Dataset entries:
---

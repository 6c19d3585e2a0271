"""Text that reaches a terminal: control characters found, escaped, and short excerpts.

A control character (C0 other than tab and newline, DEL, C1) in a data file's text field is an
error (the loaders refuse it, naming file, line and field); text from elsewhere (a METAR report, a
file name, an error quoting a file) is shown with such characters escaped (``\\x1b``), so nothing
read can move the cursor, recolour or retitle the user's terminal.
"""

from __future__ import annotations

import re

_OTHERS = "\x7f-\x9f\u2028\u2029\u202a-\u202e\u2066-\u2069\ud800-\udfff"
_CONTROL = re.compile(f"[\x00-\x08\x0b-\x1f{_OTHERS}]")       # tab and newline allowed
_CONTROL_ANY = re.compile(f"[\x00-\x08\x0a-\x1f{_OTHERS}]")   # tab allowed
EXCERPT_CHARS = 60


def control_character(text: str, *, allow_newline: bool = False) -> str | None:
    """The first control character (or lone surrogate, or bidi override) in `text` as
    ``\\xNN``/``\\uNNNN``, or None. Tab is allowed; newline only with `allow_newline`."""
    m = (_CONTROL if allow_newline else _CONTROL_ANY).search(text)
    return None if m is None else _code(m.group())


def _code(ch: str) -> str:
    n = ord(ch)
    return f"\\x{n:02x}" if n < 0x100 else f"\\u{n:04x}"


def escape_text(text: str, *, keep_newline: bool = False) -> str:
    """`text` with control characters and lone surrogates escaped (``\\x1b``, ``\\ud800``)."""
    return (_CONTROL if keep_newline else _CONTROL_ANY).sub(lambda m: _code(m.group()), text)


def excerpt(text: str, limit: int = EXCERPT_CHARS) -> str:
    """A short, escaped, quoted excerpt of `text` (for an error quoting what it could not read)."""
    short = text if len(text) <= limit else text[:limit] + "..."
    return "'" + escape_text(short) + "'"
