"""Where a form saves, and the save itself: the file text, checked by the loader, written
atomically into the user's folder.

The folder is the first one the user's config file lists for the kind (``profile_dirs`` or
``airfield_dirs``, see `briefer.io.catalog`). Without one, the first save creates
``profiles/`` or ``airfields/`` beside the config file and adds it to the config file (creating
that too), so the catalog finds the file next time.

No Textual import here.
"""

from __future__ import annotations

import re
from briefer._dataclass import dataclass
from pathlib import Path
from typing import Any

from briefer.errors import BriefingError, DataFileError
from briefer.io.atomic import FileWriteError, write_text_atomic
from briefer.io.catalog import CONFIG_KEYS, config_path, load_config
from briefer.io import drafts
from briefer.io.yamlload import load_bytes
from briefer.model import KIND_PROFILE

DEFAULT_FOLDERS = {KIND_PROFILE: "profiles"}
HEADER = ("# {what} entered in the briefer app. Check every number against the documents: the\n"
          "# published procedure and the aircraft flight manual govern. Not for navigation.\n")
_WHAT = {KIND_PROFILE: "Aircraft profile"}


class SaveError(BriefingError):
    """The form could not be saved (nothing was written, an existing file is unchanged)."""


@dataclass(frozen=True, slots=True)
class Target:
    """Where a save goes.

    Attributes:
        folder: The user's folder for the kind.
        in_config: The config file already lists it (else the first save adds it).
    """

    folder: Path
    in_config: bool


def target_folder(kind: str) -> Target:
    """The user's folder for a kind (it need not exist yet)."""
    try:
        config = load_config()
    except DataFileError as exc:
        raise SaveError(f"the config file cannot be read: {exc}") from None
    dirs = config.dirs(kind)
    if dirs:
        return Target(dirs[0], True)
    return Target(config_path().parent / DEFAULT_FOLDERS.get(kind, "airfields"), False)


def file_name(kind: str, name: str, title: str = "") -> str:
    """'my-twin.yaml', 'k1ab-lake-field.yaml' (lower case, letters, digits and dashes)."""
    words = f"{name} {title}" if kind != KIND_PROFILE and title else name
    slug = re.sub(r"[^a-z0-9]+", "-", words.lower()).strip("-") or "unnamed"
    return slug[:60] + ".yaml"


def file_text(kind: str, model: Any) -> str:
    """The data file of a model: a short header, then its mapping (whole numbers without '.0')."""
    return drafts.draft_yaml(kind, model, header=HEADER.format(what=_WHAT.get(kind, "Airfield")))


def _ensure_folder(kind: str, target: Target) -> None:
    """Create the folder and list it in the config file (the first save)."""
    try:
        target.folder.mkdir(parents=True, exist_ok=True)
    except OSError as exc:
        raise SaveError(f"cannot create the folder {target.folder}: {exc.strerror or exc}") from None
    if target.in_config:
        return
    cfg = config_path()
    key = CONFIG_KEYS[kind]
    try:
        text = cfg.read_text(encoding="utf-8") if cfg.exists() else ""
    except OSError as exc:
        raise SaveError(f"cannot read the config file {cfg}: {exc.strerror or exc}") from None
    if re.search(rf"(?m)^{key}\s*:", text):
        raise SaveError(f"the config file {cfg} has '{key}' without a folder; add one there, "
                        f"e.g. {key}: [{target.folder}]")
    if text and not text.endswith("\n"):
        text += "\n"
    text += f"{key}: [{_quoted(str(target.folder))}]\n"
    try:
        cfg.parent.mkdir(parents=True, exist_ok=True)
        write_text_atomic(cfg, text, overwrite=True)
    except (OSError, FileWriteError) as exc:
        raise SaveError(f"cannot update the config file {cfg}: {exc}") from None


def _quoted(text: str) -> str:
    return "'" + text.replace("'", "''") + "'"


def save_model(kind: str, model: Any, path: Path, *, overwrite: bool, target: Target | None = None) -> Path:
    """Write the model's file at `path`, atomically, after the loader has read the very text back
    to the same model. Raises `SaveError` (nothing written, an existing file kept)."""
    text = file_text(kind, model)
    try:
        again = load_bytes(text.encode("utf-8"), file=str(path), expected_kind=kind)
    except DataFileError as exc:
        raise SaveError(f"not saved: the file would not read back ({exc})") from None
    if again != model:
        raise SaveError("not saved: the file would not read back to the same values")
    if target is not None:
        _ensure_folder(kind, target)
    try:
        return write_text_atomic(path, text, overwrite=overwrite)
    except FileWriteError as exc:
        raise SaveError(str(exc)) from None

---

Task requirements: Collect the complete line wherever the string "catalog" appears in the records.

Exercise solution:
``airfield_dirs``, see `briefer.io.catalog`). Without one, the first save creates
that too), so the catalog finds the file next time.
from briefer.io.catalog import CONFIG_KEYS, config_path, load_config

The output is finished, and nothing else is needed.